ロシア、ウクライナはともに小麦、トウモロコシなどの主要生産国。ウクライナは「欧州の穀倉地帯」などと称されている。小麦に関しては、両国で世界全体の輸出の約3割を占める。「厳しい状況が長期化すると、これから作付けの時期に入る(春まき)小麦の収穫減につながる懸念もある」と前出の吉田コモディティアナリストは予測する。
さらにロシアはウクライナ東部のアゾフ海での商業船舶の航行を停止した模様だ。アゾフ海は黒海北部の内海。ウクライナのマリウポリ、ベルジャンシクなどの港湾都市がアゾフ海に面し、穀物や鉄鋼などの輸送には欠かせない拠点となっている。
フランスのメディアは「ウクライナの輸出品の2割が (アゾフ海)の2つの港を経由している」という専門家の見方を紹介。ウクライナ最大の港は黒海に面する南部のオデッサだが、それでもアゾフ海での輸送が滞れば、供給不安は一段と強まる。
米シカゴ商品取引所(CBOT)の小麦先物の価格は、こうした見方を反映して値上がり。取引で最も出来高が多い中心限月の5月物は、戦端が開かれた24日には1ブッシェル=8.8475ドルと2012年以来の水準へとハネ上がった。ロシアに生産を依存するアルミや希少金属のパラジウムなどにもウクライナ危機の影響は広がっている。
「問題なのは経済制裁が意味をなさなくなったこと」と語るのは、マーケットリスクアドバイザリーの新村直弘代表だ。「制裁はウクライナ侵攻を阻止することが目的だったはず」だと新村代表はその理由を語る。

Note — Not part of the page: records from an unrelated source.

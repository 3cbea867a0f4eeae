/**
 * Platload load engine: plain data in, plain data out (no React, database or Next.js imports).
 * Results are design estimates; local codes and a licensed professional govern.
 */
export { ENGINE_VERSION, computeFacingLoads, computePlanFacings, type ComputeOptions } from "./procedures";
export * from "./input";
export * from "./errors";
export * from "./results";
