export const facadeSchema = z.strictObject({
  /** Gross wall area of the facade including windows and doors, ft². */
  grossWallAreaFt2: ranged(0, MAX_AREA_FT2, "ft²"),
  /** This facade's wall construction when it differs from the plan's `wall`. */
  wall: wallConstructionSchema.optional(),
  /** The facade's window group. */
  window: windowGroupSchema.prefault({}),
  /** Further window groups with other properties or overhangs (optional). */
  extraWindows: z.array(windowGroupSchema.extend({ areaFt2: ranged(0, MAX_AREA_FT2, "ft²") })).default([]),
  /** Opaque exterior door area, ft². */
  doorAreaFt2: ranged(0, MAX_AREA_FT2, "ft²").default(0),
  /** Door U-factor, Btu/h·ft²·°F. Default 0.30 (insulated steel or fiberglass door, from memory). */
  doorUFactor: ranged(0.05, 1.5, "Btu/h·ft²·°F").default(0.3),
});
export type FacadeInput = z.output<typeof facadeSchema>;

// ---------------------------------------------------------------------------------------------
// Attic and roof, skylights.

export const atticSchema = z.strictObject({
  kind: choice(ATTIC_KINDS, "attic kind").default("vented"),
  /**
   * Ceiling area below the attic, ft². Default: conditioned floor area ÷ stories (the top floor's
   * footprint), resolved by the engine.
   */
  ceilingAreaFt2: ranged(0, MAX_AREA_FT2, "ft²").optional(),
  /** Ceiling construction; for a vented attic this carries the insulation (default R-38, common code level, from memory). */
  ceiling: ceilingConstructionSchema.prefault({ cavityR: 38 }),
  /** Roof deck construction; for an encapsulated attic this carries the insulation (spray foam under the deck). */
  roofDeck: roofConstructionSchema.prefault({}),
  /** Roof pitch, inches of rise per 12 in of run (roof area = ceiling area × slope factor). */
  roofPitchRisePer12In: ranged(0, 24, "in/12 in").default(6),
  /**
   * Solar absorptance of the roofing; default 0.92, dark asphalt shingles, HoF 2021 ch. 17 Table 8
   * (read in a stored copy: 0.75 white or light, 0.85 medium, 0.92 dark).
   */
  roofSolarAbsorptance: ranged(0.1, 1, "").default(0.92),
  /** Vented-attic ventilation, cfm per ft² of ceiling (0.30 ≈ 3–4 attic air changes per hour, from memory). */
  ventilationCfmPerFt2: ranged(0, 5, "cfm/ft²").default(0.3),
});
export type AtticInput = z.output<typeof atticSchema>;
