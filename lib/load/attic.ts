/**
 * Attic air temperature from a steady heat balance of one well-mixed attic node:
 *   UA_roof·(T_sol-air − T_a) + UA_ceiling·(T_room − T_a) + ṁc_p,vent·(T_o − T_a) = 0,
 * so T_a = (UA_roof·T_sa + UA_ceiling·T_room + G_vent·T_o) / (UA_roof + UA_ceiling + G_vent).
 *
 * A vented attic has a bare roof deck and outdoor-air ventilation; an encapsulated attic has the
 * insulation under the deck and no ventilation, so it floats near the indoor temperature.
 * Attic ventilation default: 0.30 cfm per ft² of ceiling (about 3–4 air changes per hour in a
 * typical hip attic with 1:300 venting — from memory).
 */
export function atticAirTemperatureF(params: {
  roofUA: number;
  solAirF: number;
  ceilingUA: number;
  roomF: number;
  ventilationConductanceBtuhF: number;
  outdoorF: number;
}): number {
  const { roofUA, solAirF, ceilingUA, roomF, ventilationConductanceBtuhF, outdoorF } = params;
  const sum = roofUA + ceilingUA + ventilationConductanceBtuhF;
  if (sum <= 0) return outdoorF;
  return (roofUA * solAirF + ceilingUA * roomF + ventilationConductanceBtuhF * outdoorF) / sum;
}

/**
 * Sol-air temperature, HoF 2021 SI ch. 18 eq. 29 (read in a stored copy, p. 18.24):
 * T_e = T_o + α·E_t/h_o − ε·ΔR/h_o, with ε·ΔR/h_o = 4 K (7.2 °F) for horizontal surfaces and
 * 0 for vertical ("common practice", the chapter says); tilted surfaces scale it by cos Σ (our
 * interpolation). h_o = 4.0 Btu/h·ft²·°F, the inverse of the summer 3.4 m/s outside film R-0.25
 * (HoF 2021 ch. 26 Table 10, h 22.7 W/m²·K) that the U-factors use, so that the sol-air and
 * conduction paths agree (ch. 18's 4 K example assumes h_o = 17 W/m²·K ≈ 3.0 Btu/h·ft²·°F).
 */
export const SOL_AIR_HO_BTUH_FT2F = 4.0;
export const SOL_AIR_LONGWAVE_HORIZONTAL_F = 7.2;

export function solAirTemperatureF(
  outdoorF: number,
  absorptance: number,
  irradianceBtuhFt2: number,
  tiltDeg: number,
): number {
  const longwaveF = SOL_AIR_LONGWAVE_HORIZONTAL_F * Math.max(0, Math.cos((tiltDeg * Math.PI) / 180));
  return outdoorF + (absorptance * irradianceBtuhFt2) / SOL_AIR_HO_BTUH_FT2F - longwaveF;
}
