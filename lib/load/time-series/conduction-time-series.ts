/**
 * Conduction time series (CTS) of the 2021 ASHRAE Handbook—Fundamentals, SI edition, ch. 18 §6.4,
 * read in a stored Markdown copy of the chapter:
 *
 * - heat input at the outside of a wall or roof n hours ago: q_i,θ−n = U·A·(t_e,θ−n − t_rc)
 *   (eq. 30), t_e the sol-air temperature (eq. 29), t_rc the constant room air temperature;
 * - heat gain indoors this hour: q_θ = c₀·q_i,θ + c₁·q_i,θ−1 + … + c₂₃·q_i,θ−23 (eq. 31), with the
 *   conduction time factors c_j of Table 16 (walls) or Table 17 (roofs), computed by the chapter
 *   from periodic response factors divided by the U-factor, on constructions whose layers are in
 *   Table 18. "For walls and roofs that are not reasonably close to the representative
 *   constructions in Tables 16 and 17, CTS coefficients may be computed with a computer program";
 *   we map our base assemblies to the nearest printed construction instead (below).
 *
 * As read (the stored copy, a conversion of the printed PDF, says to check values against the PDF):
 * - factors are printed to 0.1 %; the "Total Percentage" row prints 100 but the printed factors sum
 *   to 99.7–100.5 %. Each series must total 100 % by definition (§6.2), so `conductionTimeSeries`
 *   divides the printed factors by their own sum;
 * - Table 16 labels its rows hour 0–23, Table 17 labels them 1–24: both are read as c₀…c₂₃ (the
 *   first row is the current hour: roof 5, a bare metal roof, puts 26.6 % there);
 * - `printedU` and `printedTotalR` are as printed, W/(m²·K) and m²·K/W, except walls 58–66 and roof 6,
 *   whose printed figures are in IP units (h·ft²·°F/Btu: their Table 18 layer sums × 5.678 give the
 *   printed R), flagged `printedUnits: "IP"`. The engine takes its U-factors from
 *   lib/load/assemblies.ts, never from these columns;
 * - other oddities are listed in CTS_READING_NOTES.
 */
import { LoadInputError } from "../errors";
import type { BaseAssembly } from "../input";
import { checkSeries, convolveDay, HOURS_PER_DAY } from "./radiant-time-series";
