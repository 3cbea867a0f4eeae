/**
 * Air leakage and ventilation.
 *
 * Read in a stored Markdown copy of HoF 2021 SI ch. 16 (sections 7 and 10, pp. 16.15–16.26).
 * Effective leakage area from a blower-door figure: the flow at the 4 Pa reference by the power
 * law Q = c·Δp^n (ch. 16 eq. 40; "a typical value for n is about 0.65"), Q4 = Q50·(4/50)^n, and
 * A_L = 10 000·Q4·√(ρ/(2·Δp_r))/C_D (eq. 41) with Δp_r = 4 Pa and C_D = 1 (the chapter's
 * Sherman–Grimsrud rating), ρ = 1.2 kg/m³ (from memory; it reproduces the chapter's pairs
 * c 0.051 m³/(s·Pa^n), n 0.67 ↔ 500 cm² and c 0.102 ↔ 1000 cm² of Examples 5 and 7).
 * Infiltration by the basic (LBL) model, ch. 16 eq. 48: Q = (A_L/1000)·√(Cs·ΔT + Cw·U²), m³/s
 * (here L/s), A_L in cm², ΔT in K, U in m/s.
 *
 * Stack coefficients Cs (ch. 16 Table 4) and wind coefficients Cw by stories and shelter class
 * (ch. 16 Table 6; classes described in Table 5) are the printed SI values; with them the engine
 * reproduces ch. 16 Examples 2, 3 and 4 (0.0736, 0.0392, 0.077 m³/s). The tables assume rural
 * terrain with scattered obstacles, half the leakage in the walls, equal floor and ceiling
 * leakage, and story heights 2.5/5.0/7.5 m. In IP they are Cs 0.0150/0.0299/0.0449
 * (cfm²/in⁴/°F).
 */
import { CM2_PER_IN2, LPS_PER_CFM, MPS_PER_MPH, deltaFToK } from "./units";

/** Cs, (L/s)²/(cm⁴·K), for 1, 2, 3 stories (HoF 2021 SI ch. 16 Table 4, read). */
const STACK_COEFFICIENT_SI: Record<1 | 2 | 3, number> = { 1: 0.000145, 2: 0.00029, 3: 0.000435 };

/** Cw, (L/s)²/(cm⁴·(m/s)²), by stories then shelter class 1–5 (HoF 2021 SI ch. 16 Table 6, read). */
const WIND_COEFFICIENT_SI: Record<1 | 2 | 3, readonly number[]> = {
  1: [0.000319, 0.000246, 0.000174, 0.000104, 0.000032],
  2: [0.00042, 0.000325, 0.000231, 0.000137, 0.000042],
  3: [0.000494, 0.000382, 0.000271, 0.000161, 0.000049],
};

/** Air density used for the leakage-area conversion, kg/m³ (standard air, from memory; see the header). */
const AIR_DENSITY_KG_M3 = 1.2;
/** Reference pressure of the effective leakage area, Pa (HoF 2021 ch. 16: effective leakage area at 4 Pa, C_D = 1). */
const ELA_REFERENCE_PA = 4;

/** Wind speeds for design infiltration, mph (HoF 2021 ch. 17 eq. 10 and example: 3.4 m/s cooling, 6.7 m/s heating, read). */
export const COOLING_WIND_MPH = 7.5;
export const HEATING_WIND_MPH = 15;

/** Stories the LBL tables cover; taller houses use the 3-story row (the results carry a note). */
export function lblStoryRow(stories: number): 1 | 2 | 3 {
  return stories <= 1 ? 1 : stories === 2 ? 2 : 3;
}

export function stackCoefficientSi(stories: number): number {
  return STACK_COEFFICIENT_SI[lblStoryRow(stories)];
}

export function windCoefficientSi(stories: number, shelterClass: number): number {
  const row = WIND_COEFFICIENT_SI[lblStoryRow(stories)];
  const value = row[shelterClass - 1];
  if (value === undefined) throw new RangeError(`shelter class must be 1–5, got ${shelterClass}`);
  return value;
}

/** Blower-door flow at 50 Pa, cfm, from ACH50 and volume. */
export function cfm50FromAch50(ach50: number, volumeFt3: number): number {
  return (ach50 * volumeFt3) / 60;
}

/** Effective leakage area at 4 Pa, cm² (HoF 2021 ch. 16 eq. 40 to reach 4 Pa, then eq. 41). */
export function effectiveLeakageAreaCm2(cfm50: number, flowExponent: number): number {
  const q4Lps = cfm50 * LPS_PER_CFM * Math.pow(ELA_REFERENCE_PA / 50, flowExponent);
  const q4M3s = q4Lps / 1000;
  const areaM2 = q4M3s * Math.sqrt(AIR_DENSITY_KG_M3 / (2 * ELA_REFERENCE_PA)); // C_D = 1
  return areaM2 * 1e4;
}

export function cm2ToIn2(areaCm2: number): number {
  return areaCm2 / CM2_PER_IN2;
}

/** LBL infiltration, L/s (HoF 2021 ch. 16 eq. 48, there in m³/s with A_L/1000): Q = A_L·√(Cs·ΔT + Cw·U²). */
export function lblInfiltrationLps(
  leakageAreaCm2: number,
  stackCoefficient: number,
  deltaTK: number,
  windCoefficient: number,
  windSpeedMps: number,
): number {
  return (
    leakageAreaCm2 *
    Math.sqrt(stackCoefficient * Math.abs(deltaTK) + windCoefficient * windSpeedMps * windSpeedMps)
  );
}

/** LBL infiltration in IP: cfm from ELA (cm²), ΔT (°F) and wind (mph). */
export function lblInfiltrationCfm(
  leakageAreaCm2: number,
  stories: number,
  shelterClass: number,
  deltaTF: number,
  windMph: number,
): number {
  const lps = lblInfiltrationLps(
    leakageAreaCm2,
    stackCoefficientSi(stories),
    deltaFToK(deltaTF),
    windCoefficientSi(stories, shelterClass),
    windMph * MPS_PER_MPH,
  );
  return lps / LPS_PER_CFM;
}

/** Whole-house ventilation requirement, cfm: ASHRAE 62.2-2016 eq. 4.1a, Qtot = 0.03·A_floor + 7.5·(N_br + 1). */
export function ashrae622VentilationCfm(conditionedFloorAreaFt2: number, bedrooms: number): number {
  return 0.03 * conditionedFloorAreaFt2 + 7.5 * (bedrooms + 1);
}

/**
 * Outdoor air through the envelope when unbalanced mechanical flow and infiltration act together:
 * Q = Q_bal + √(Q_unbal² + Q_inf²) (HoF 2021 ch. 16 eq. 51, read; the chapter's superposition
 * "for the general case"). This function returns the unbalanced-plus-infiltration term; callers add Q_bal.
 */
export function combineUnbalanced(infiltrationCfm: number, unbalancedCfm: number): { totalCfm: number } {
  return { totalCfm: Math.sqrt(infiltrationCfm * infiltrationCfm + unbalancedCfm * unbalancedCfm) };
}
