/**
 * Solar geometry and the ASHRAE clear-sky model, HoF 2021 ch. 14 ("Climatic Design
 * Information", section on clear-sky solar radiation).
 *
 * Equations, numbers and constants checked against the 2021 SI edition of the chapter, read in a
 * stored Markdown copy (section 2 "Calculating Clear-Sky Solar Radiation" and section 3
 * "Transposition to Receiving Surfaces", pp. 14.8–14.12). The formulas reproduce the chapter's
 * Atlanta July 21 Examples 3 and 7 (beam 784, diffuse 166 W/m² at noon; 280/121/87.9 W/m² on a
 * surface 60° W of S at 3 pm daylight time) to within 0.5 % — see
 * tests/unit/load/reference-checks.test.ts.
 *
 * Conventions (stated once): angles in degrees; azimuths measured clockwise from north
 * (0 = N, 90 = E, 180 = S, 270 = W), for the sun and for surfaces alike; surface tilt Σ from
 * horizontal (0 = facing up, 90 = vertical); hours are apparent solar time, hour h of the
 * design day evaluated at h:00 (hour 12 = solar noon). Irradiances in W/m² inside this module;
 * callers convert with BTUH_FT2_PER_W_M2.
 */
import { DEG } from "./units";

/** Solar constant, W/m² (HoF 2021 ch. 14, Esc = 1367 W/m², the WMO 1981 value the chapter uses). */
export const SOLAR_CONSTANT_W_M2 = 1367;

/** Day of year of the 21st of each month, the handbook's design days (HoF 2021 ch. 14 Table 2, day of year row). */
const DAY_OF_YEAR_21ST = [21, 52, 80, 111, 141, 172, 202, 233, 264, 294, 325, 355] as const;

export function designDayOfYear(month: number): number {
  const n = DAY_OF_YEAR_21ST[month - 1];
  if (n === undefined) throw new RangeError(`design month must be 1–12, got ${month}`);
  return n;
}

/** Extraterrestrial normal irradiance E0, W/m² (HoF 2021 ch. 14 eq. 4). */
export function extraterrestrialIrradianceWm2(dayOfYear: number): number {
  return SOLAR_CONSTANT_W_M2 * (1 + 0.033 * Math.cos((360 * (dayOfYear - 3) * DEG) / 365));
}

/** Equation of time, minutes (HoF 2021 ch. 14 eq. 5, Γ = 360°(n − 1)/365). */
export function equationOfTimeMin(dayOfYear: number): number {
  const g = ((360 * (dayOfYear - 1)) / 365) * DEG;
  return (
    2.2918 *
    (0.0075 +
      0.1868 * Math.cos(g) -
      3.2077 * Math.sin(g) -
      1.4615 * Math.cos(2 * g) -
      4.089 * Math.sin(2 * g))
  );
}

/** Solar declination, degrees (HoF 2021 ch. 14 eq. 10). */
export function declinationDeg(dayOfYear: number): number {
  return 23.45 * Math.sin(((360 * (dayOfYear + 284)) / 365) * DEG);
}

/**
 * Apparent solar time from local standard time (HoF 2021 ch. 14 eq. 7):
 * AST = LST + ET/60 + (LON − LSM)/15, longitudes east-positive, hours.
 */
export function apparentSolarTimeHours(
  localStandardTimeHours: number,
  longitudeDeg: number,
  standardMeridianDeg: number,
  dayOfYear: number,
): number {
  return (
    localStandardTimeHours + equationOfTimeMin(dayOfYear) / 60 + (longitudeDeg - standardMeridianDeg) / 15
  );
}

export interface SunPosition {
  altitudeDeg: number;
  /** Clockwise from north. */
  azimuthDeg: number;
}

/**
 * Solar altitude and azimuth (HoF 2021 ch. 14 eq. 11–15): hour angle H = 15(AST − 12) (eq. 11);
 * sin β = cos L cos δ cos H + sin L sin δ (eq. 12); azimuth from the handbook's south-based angle φ.
 */
export function sunPosition(latitudeDeg: number, dayOfYear: number, solarTimeHours: number): SunPosition {
  const lat = latitudeDeg * DEG;
  const dec = declinationDeg(dayOfYear) * DEG;
  const hourAngle = 15 * (solarTimeHours - 12) * DEG;
  const sinBeta = Math.cos(lat) * Math.cos(dec) * Math.cos(hourAngle) + Math.sin(lat) * Math.sin(dec);
  const beta = Math.asin(Math.max(-1, Math.min(1, sinBeta)));
  // φ measured from south, positive west (afternoon), HoF 2021 ch. 14 eq. 14–15; this cos φ is
  // the same quantity as eq. 15's (cos H cos δ sin L − sin δ cos L)/cos β, written with sin β.
  const cosPhi = (sinBeta * Math.sin(lat) - Math.sin(dec)) / (Math.cos(beta) * Math.cos(lat));
  let phi = Math.acos(Math.max(-1, Math.min(1, cosPhi)));
  if (hourAngle < 0) phi = -phi;
  const azimuthDeg = (180 + phi / DEG + 360) % 360;
  return { altitudeDeg: beta / DEG, azimuthDeg };
}

/** Relative air mass, Kasten and Young (1989), as adopted in HoF 2021 ch. 14 eq. 16. */
export function airMassKastenYoung(altitudeDeg: number): number {
  return 1 / (Math.sin(altitudeDeg * DEG) + 0.50572 * Math.pow(6.07995 + altitudeDeg, -1.6364));
}

/** Air-mass exponents of the 2013+ clear-sky model (HoF 2013–2021 ch. 14 eq. 19–20). */
export function airMassExponents(tauBeam: number, tauDiffuse: number): { ab: number; ad: number } {
  return {
    ab: 1.454 - 0.406 * tauBeam - 0.268 * tauDiffuse + 0.021 * tauBeam * tauDiffuse,
    ad: 0.507 + 0.205 * tauBeam - 0.08 * tauDiffuse - 0.19 * tauBeam * tauDiffuse,
  };
}

export interface ClearSky {
  beamNormalWm2: number;
  diffuseHorizontalWm2: number;
}

/** Clear-sky beam normal and diffuse horizontal irradiance (HoF 2021 ch. 14 eq. 17–18). */
export function clearSkyIrradiance(
  dayOfYear: number,
  altitudeDeg: number,
  tauBeam: number,
  tauDiffuse: number,
): ClearSky {
  if (altitudeDeg <= 0) return { beamNormalWm2: 0, diffuseHorizontalWm2: 0 };
  const e0 = extraterrestrialIrradianceWm2(dayOfYear);
  const m = airMassKastenYoung(altitudeDeg);
  const { ab, ad } = airMassExponents(tauBeam, tauDiffuse);
  return {
    beamNormalWm2: e0 * Math.exp(-tauBeam * Math.pow(m, ab)),
    diffuseHorizontalWm2: e0 * Math.exp(-tauDiffuse * Math.pow(m, ad)),
  };
}

export interface SurfaceIrradiance {
  /** Incidence angle θ between the beam and the surface normal, degrees. */
  incidenceDeg: number;
  beamWm2: number;
  diffuseWm2: number;
  reflectedWm2: number;
  totalWm2: number;
}

/**
 * Irradiance on a surface (HoF 2021 ch. 14 eq. 21–31): γ = φ − ψ, cos θ = cos β cos γ sin Σ + sin β cos Σ;
 * beam Eb·cos θ; sky diffuse Ed·Y on vertical surfaces, Ed·(Y sin Σ + cos Σ) for Σ ≤ 90°, with
 * Y = max(0.45, 0.55 + 0.437 cos θ + 0.313 cos² θ); ground-reflected (Eb sin β + Ed)·ρg·(1 − cos Σ)/2.
 */
export function surfaceIrradiance(
  sky: ClearSky,
  sun: SunPosition,
  surfaceAzimuthDeg: number,
  tiltDeg: number,
  groundReflectance: number,
): SurfaceIrradiance {
  if (sun.altitudeDeg <= 0) {
    return { incidenceDeg: 90, beamWm2: 0, diffuseWm2: 0, reflectedWm2: 0, totalWm2: 0 };
  }
  const beta = sun.altitudeDeg * DEG;
  const gamma = (sun.azimuthDeg - surfaceAzimuthDeg) * DEG;
  const sigma = tiltDeg * DEG;
  const cosTheta = Math.cos(beta) * Math.cos(gamma) * Math.sin(sigma) + Math.sin(beta) * Math.cos(sigma);
  const beamWm2 = cosTheta > 0 ? sky.beamNormalWm2 * cosTheta : 0;
  const y = Math.max(0.45, 0.55 + 0.437 * cosTheta + 0.313 * cosTheta * cosTheta);
  const diffuseWm2 =
    tiltDeg >= 90
      ? sky.diffuseHorizontalWm2 * y
      : sky.diffuseHorizontalWm2 * (y * Math.sin(sigma) + Math.cos(sigma));
  const reflectedWm2 =
    (sky.beamNormalWm2 * Math.sin(beta) + sky.diffuseHorizontalWm2) *
    groundReflectance *
    ((1 - Math.cos(sigma)) / 2);
  return {
    incidenceDeg: Math.acos(Math.max(-1, Math.min(1, cosTheta))) / DEG,
    beamWm2,
    diffuseWm2,
    reflectedWm2,
    totalWm2: beamWm2 + diffuseWm2 + reflectedWm2,
  };
}

// ---------------------------------------------------------------------------------------------
// Per-site precomputation: the 24 design-day hours, computed once per site and reused for every
// plan and facing. Surface profiles are cached by (azimuth, tilt) on the site object.

export interface SolarHour {
  hour: number;
  sun: SunPosition;
  sky: ClearSky;
}

/** One surface's 24-hour irradiance, in W/m², plus the pieces a window needs. */
export interface SurfaceProfile {
  azimuthDeg: number;
  tiltDeg: number;
  /** Beam on the surface (before shading), W/m², hours 1–24. */
  beamWm2: Float64Array;
  /** Sky diffuse + ground-reflected on the surface, W/m². */
  diffuseAndReflectedWm2: Float64Array;
  /** Total (beam + diffuse + reflected), W/m². */
  totalWm2: Float64Array;
  incidenceDeg: Float64Array;
  /** tan of the profile angle for overhang geometry (vertical surfaces); 0 when the sun is behind. */
  tanProfileAngle: Float64Array;
}

export class SiteSolarDay {
  readonly hours: SolarHour[];
  private readonly profiles = new Map<number, SurfaceProfile>();

  constructor(
    readonly latitudeDeg: number,
    readonly dayOfYear: number,
    readonly tauBeam: number,
    readonly tauDiffuse: number,
    readonly groundReflectance: number,
  ) {
    this.hours = [];
    for (let hour = 1; hour <= 24; hour++) {
      const sun = sunPosition(latitudeDeg, dayOfYear, hour);
      this.hours.push({
        hour,
        sun,
        sky: clearSkyIrradiance(dayOfYear, sun.altitudeDeg, tauBeam, tauDiffuse),
      });
    }
  }

  /** The 24-hour irradiance on a surface of the given azimuth and tilt (cached). */
  surface(azimuthDeg: number, tiltDeg: number): SurfaceProfile {
    const az = ((azimuthDeg % 360) + 360) % 360;
    // Numeric key to 0.001° in azimuth and 0.01° in tilt.
    const key = Math.round(az * 1000) * 100_000 + Math.round(tiltDeg * 100);
    const cached = this.profiles.get(key);
    if (cached) return cached;
    const beamWm2 = new Float64Array(24);
    const diffuseAndReflectedWm2 = new Float64Array(24);
    const totalWm2 = new Float64Array(24);
    const incidenceDeg = new Float64Array(24);
    const tanProfileAngle = new Float64Array(24);
    this.hours.forEach(({ sun, sky }, i) => {
      const s = surfaceIrradiance(sky, sun, az, tiltDeg, this.groundReflectance);
      beamWm2[i] = s.beamWm2;
      diffuseAndReflectedWm2[i] = s.diffuseWm2 + s.reflectedWm2;
      totalWm2[i] = s.totalWm2;
      incidenceDeg[i] = s.incidenceDeg;
      // Profile (vertical shadow) angle Ω on a vertical surface: tan Ω = tan β / cos γ (HoF ch. 15).
      const cosGamma = Math.cos((sun.azimuthDeg - az) * DEG);
      tanProfileAngle[i] =
        sun.altitudeDeg > 0 && cosGamma > 1e-6 ? Math.tan(sun.altitudeDeg * DEG) / cosGamma : 0;
    });
    const profile: SurfaceProfile = {
      azimuthDeg: az,
      tiltDeg,
      beamWm2,
      diffuseAndReflectedWm2,
      totalWm2,
      incidenceDeg,
      tanProfileAngle,
    };
    this.profiles.set(key, profile);
    return profile;
  }
}
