/**
 * Typed errors of the load engine. Every bad input names its field (a dotted path such as
 * `facades.front.window.areaFt2`) and, where one exists, the valid range.
 */

/** A valid range for a numeric field, in the field's own unit. */
export interface ValidRange {
  min?: number;
  max?: number;
  unit?: string;
}

/** One problem with one field of the input. */
export interface LoadInputIssue {
  /** Dotted path of the field, e.g. `facades.left.window.shgc`. */
  field: string;
  message: string;
  range?: ValidRange;
}

/**
 * Thrown for any input the engine refuses. `field`, `message` and `range` describe the first
 * problem; `issues` lists every problem found (a grid import can mark every bad cell at once).
 */
export class LoadInputError extends Error {
  readonly field: string;
  readonly range?: ValidRange;
  readonly issues: LoadInputIssue[];

  constructor(field: string, message: string, range?: ValidRange, issues?: LoadInputIssue[]) {
    const first: LoadInputIssue = { field, message, range };
    const all = issues && issues.length > 0 ? issues : [first];
    const summary =
      all.length === 1
        ? `${field}: ${message}`
        : `${all.length} input problems: ${all.map((i) => `${i.field}: ${i.message}`).join("; ")}`;
    super(summary);
    this.name = "LoadInputError";
    this.field = field;
    this.range = range;
    this.issues = all;
  }

  /** One error carrying several issues; the first one gives `field`, `message` and `range`. */
  static fromIssues(issues: LoadInputIssue[]): LoadInputError {
    if (issues.length === 0) throw new Error("LoadInputError.fromIssues needs at least one issue");
    const [first] = issues;
    return new LoadInputError(first.field, first.message, first.range, issues);
  }
}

ロシア軍はウクライナ東部だけでなく首都のキエフにもミサイル攻撃などを仕掛けている。これでは、EUや米国などが厳しい制裁をロシアに科しても、侵攻がますますエスカレートする可能性すら否定できない。
ロシアの最終的な狙いは同国のレッドライン(超えてはならない一線)とされるウクライナの北大西洋条約機構(NATO)への加盟断念や非武装中立を取り付けることなのか。それとも、ウクライナのゼレンスキー大統領を引きずり降ろし、親ロシア派のトップへのすげ替えも求めるのか。
先行きをめぐる不透明感が払しょくされるまで、コモディティが下落に転じるシナリオは想定し難い。原油、穀物、金属などの値上がりがコスト高となって企業に重くのしかかり、家計をも圧迫する状況が当面続きそうだ。